Nadarajah et al.27 evaluated the sensory acceptability of cooked ground beef patties containing different levels of mustard flour used as source of AITC to kill Escherichia coli O157:H7 inoculated in the samples. The results of the sensory evaluation showed that there were no significant differences in the acceptability of meat treated with 5% or 10% mustard flour. However, panelists could distinguish untreated controls from mustard treatments, but considered the mustard‐treated meat to be acceptable. The application of gaseous AITC (1.34–6.70 mg L−1) on gilthead sea bream (Sparus aurata) fillets yielded a distinct but pleasant flavor and contributed to a 8‐day extension of product shelf life.28
Chacon et al.29 evaluated the acceptability to consumers of dry fermented sausages treated with AITC to reduce E. coli O157:H7 contamination. Sausages containing 500 µL kg−1 AITC were considered acceptable although spicy by panelists.
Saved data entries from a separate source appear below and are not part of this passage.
import { z } from 'zod';
import { d, positive } from './common.js';
import { modeSchema } from './technique.js';

const segment = z.strictObject({
  from_kV: z.number().min(0).max(1000).describe('Least potential of the segment, kV.'),
  to_kV: z.number().min(0).max(1000).describe('Greatest potential of the segment, kV.'),
  points: z
    .array(z.tuple([z.number().min(0).max(1000), z.number().min(0).max(100)]))
    .min(1)
    .max(100)
    .describe(
      'Pairs of potential in kV and least first half-value layer in mm aluminium, ascending; between them along a straight line.',
    ),
});

const ruleOrigin = {
  source: z.string().min(1).max(1000).describe('Regulation or standard, with clause or table.'),
  date: z.string().max(100).describe('Date of the text relied on.'),
  provenance: z
    .enum(['measured', 'entered', 'assumed', 'published', 'recalled', 'computed'])
    .describe('How the limit came to be known; recalled or assumed text is never a pass.'),
};

export const ruleSchema = z.discriminatedUnion('kind', [
  z.strictObject({
    kind: z.literal('minimum-hvl').describe('Least first half-value layer by potential.'),
    segments: z
      .array(segment)
      .min(1)
      .max(50)
      .describe('Ranges of potential; no value is carried across a gap between them.'),
    ...ruleOrigin,
  }),
  z.strictObject({
    kind: z.literal('kerma-rate').describe('Greatest incident air kerma rate.'),
    limit_mGy_per_min: positive.describe('Greatest incident air kerma rate, mGy/min.'),
    appliesTo: z
      .array(modeSchema)
      .min(1)
      .max(3)
      .default(d.room.kermaRate.appliesTo)
      .describe('Modes to which the limit applies.'),
    ...ruleOrigin,
  }),
]);
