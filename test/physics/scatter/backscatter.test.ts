import { describe, expect, it } from 'vitest';
import { kept } from '../../../materials/kept.js';
import {
  attenuate,
  halfValueLayer_mm,
  type Spectrum,
  tungstenSpectrum,
} from '../../../physics/beam/index.js';
import { backscatterFactor } from '../../../physics/dose/backscatter.js';
import {
  responsesOn,
  type ScatterResponses,
  scatterResponses,
} from '../../../physics/scatter/index.js';
import { readReference } from '../../reference/read-reference.js';
import { idealDetector, material, stackOf } from './stacks.js';

const aluminium = material('aluminium');

/** The beam of a potential filtered with aluminium to a half-value layer. */
function beamOf(potential_kV: number, halfValueLayer_mmAl: number): Spectrum {
  const tube = tungstenSpectrum({
    potential_kV,
    anodeAngle_deg: 12,
    ripple_percent: 0,
    outputFactor: 1,
  });
  const filtered = (thickness_mm: number) =>
    attenuate(tube, [{ material: aluminium, thickness_mm }]);
  let [low, high] = [0.5, 8];
  for (let step = 0; step < 40; step++) {
    const middle = (low + high) / 2;
    if ((halfValueLayer_mm(filtered(middle), aluminium) ?? 0) < halfValueLayer_mmAl) low = middle;
    else high = middle;
  }
  return filtered(low);
}

const known = new Map<string, ScatterResponses>();

/** A slab of 15 cm with a square field at its face, 100 cm from the source; both beams share one. */
const phantomResponses = (phantom: string, field_cm: number): ScatterResponses =>
  kept(known, `${phantom} ${field_cm}`, () => {
    const side_mm = field_cm * 11.5;
    const stack = stackOf([[material(phantom), 15]], {
      beam: 'point',
      sourceToDetector_mm: 1150,
      field_mm: [side_mm, side_mm],
    });
    return scatterResponses(stack, idealDetector(), null);
  });

const phantoms: Readonly<Record<string, string>> = {
  water: 'water',
  'ICRU tissue': 'soft tissue ICRU four-component',
  PMMA: 'pmma',
};

describe('backscatter factors of 15 cm phantoms at 100 cm', () => {
  // Petoussi-Henss et al., Phys. Med. Biol. 43 (1998) 2237; values recalled, to be met within 3 %.
  const rows = readReference('backscatter.csv').map(({ item, value, conditions }) => {
    const [, phantom, field_cm] = /^B (.+) (\d+)x\d+ cm$/.exec(item) ?? [];
    const [, potential_kV, hvl] = /^(\d+) kV, .*HVL ([\d.]+) mm Al/.exec(conditions) ?? [];
    return {
      phantom: phantoms[phantom],
      field_cm: Number(field_cm),
      potential_kV: Number(potential_kV),
      hvl: Number(hvl),
      expected: Number(value),
    };
  });

  it('are eighteen', () => expect(rows).toHaveLength(18));

  it.each(rows)('$phantom, $field_cm cm, $potential_kV kV: $expected', (row) => {
    const beam = beamOf(row.potential_kV, row.hvl);
    const responses = phantomResponses(row.phantom, row.field_cm);
    const backscatter = responsesOn(responses, beam.energies_keV).backscatter;
    const found = backscatterFactor(beam, backscatter ?? new Float64Array(0));
    expect(Math.abs(found / row.expected - 1), `${found}`).toBeLessThan(0.03);
  });
});
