import { beforeAll, describe, expect, it } from 'vitest';
import { statedAccuracy_percent } from '../../../physics/check-by-transport/index.js';
import { scatterResponses } from '../../../physics/scatter/index.js';
import { readReference } from '../../reference/read-reference.js';
import { accuracyDetector, accuracyGrid } from './accuracy-stacks.js';
import { skinBeam, skinEstimate, skinPotentials_kV, skinScenes } from './skin-scenes.js';
import { spectrumSpr } from './spectrum-spr.js';

/** The estimate computed now over the transport result committed, less 1, in percent. */
interface Difference {
  readonly row: string;
  readonly backscatter: number;
  readonly dose: number;
  readonly spr: number;
}

const rows = readReference('skin-accuracy.csv');
const differences: Difference[] = [];

beforeAll(() => {
  for (const { name, stack } of skinScenes) {
    const responses = scatterResponses(stack, accuracyDetector, accuracyGrid);
    for (const row of rows.filter(({ scene }) => scene === name)) {
      const potential_kV = Number(row.potential_kV);
      const estimate = skinEstimate(stack, responses, potential_kV);
      const beam = skinBeam(potential_kV);
      const spr = spectrumSpr(stack, responses, beam, accuracyDetector, accuracyGrid);
      const percent = (value: number, column: string) => 100 * (value / Number(row[column]) - 1);
      differences.push({
        row: `${name}, ${potential_kV} kV`,
        backscatter: percent(estimate.backscatterFactor, 'backscatter'),
        dose: percent(estimate.firstLayerDose_mGy_per_mGy, 'dose'),
        spr: percent(spr.open, 'spr'),
      });
    }
  }
}, 120_000);

const mean = (values: readonly number[]): number =>
  values.reduce((sum, value) => sum + value, 0) / values.length;

// Transport's own standard errors (backscatter 0.2 to 1.8 %) are part of the differences.
describe('what the skin receives behind a support, against photon transport', () => {
  it('has a transport result for every scene and potential', () => {
    expect(differences).toHaveLength(skinScenes.length * skinPotentials_kV.length);
  });

  it('backscatter factor: each within its stated 3 %, 1 % on average', () => {
    for (const { row, backscatter } of differences) {
      expect(Math.abs(backscatter), row).toBeLessThan(statedAccuracy_percent.backscatterFactor);
    }
    expect(Math.abs(mean(differences.map(({ backscatter }) => backscatter)))).toBeLessThan(1);
  });

  // A wide cone brings less energy to the rim of the field than to its axis: up to 3 % here.
  it('absorbed dose of the first layer: each within its stated accuracy', () => {
    for (const { row, dose } of differences) {
      expect(Math.abs(dose), row).toBeLessThan(statedAccuracy_percent.layerAbsorbedDose);
    }
  });

  it('scatter to primary: each within its stated accuracy', () => {
    for (const { row, spr } of differences) {
      expect(Math.abs(spr), row).toBeLessThan(statedAccuracy_percent.spr);
    }
  });

  it('a support in contact adds to what the skin receives, by a tenth and more', () => {
    const factor = (name: string) =>
      Number(rows.find((row) => row.scene === name && row.potential_kV === '80')?.backscatter);
    expect(factor('soft tissue on a bare table')).toBeGreaterThan(
      1.1 * factor('soft tissue, no support'),
    );
  });
});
Moreover, gaseous AITC has also been applied in bread to avoid mold growth and the volatile compound was only recognized at concentrations higher than 2.4 µL L−1 (gaseous phase) in rye bread and 1.8–3.5 µL L−1 in hot dog bread.23
CONCLUSION
Gaseous AITC at ≥0.5 µL L−1 combined with RH = 85% could completely inhibit the growth of A. parasiticus and AFs production, while at RH = 95% total inhibition was achieved only with 2.5 µL L−1. These results confirmed the potential of this compound to be used to preserve foods against fungal spoilage by inhibiting mycotoxin synthesis. Furthermore, it was demonstrated that combination of AITC with hurdle technologies, such as environmental humidity reduction, can further enhance its efficiency, generating economically viable solutions for families that work on the harvest of Brazil nuts. Once harvested, nuts could be stored in bags and fumigated with small doses of AITC to prevent the growth of Aspergillus parasiticus and, probably, other fungal species for long periods of time. This could help to avoid aflatoxin contamination in Brazil nuts and, consequently, improve safety standards for its exportation. Finally, sensory characteristics of nuts are not altered even when 2.5 µL L−1 AITC was used, and this level could be used as a starting point to evaluate the effect of gaseous AITC to avoid mold growth in Brazil nuts in a pilot scale.
ACKNOWLEDGEMENTS
The authors would like to thank the Brazilian National Council of Research (CAPES/CNPq Project 400896/2014‐1, CNPq Project 304299/2015‐4), the Generalitat Valenciana (GV‐2016‐106) and the Horizon 2020 Framework Program (MycoKey “Integrated and innovative key actions for mycotoxin management in the food and feed chain” GA 678781) for funding this research.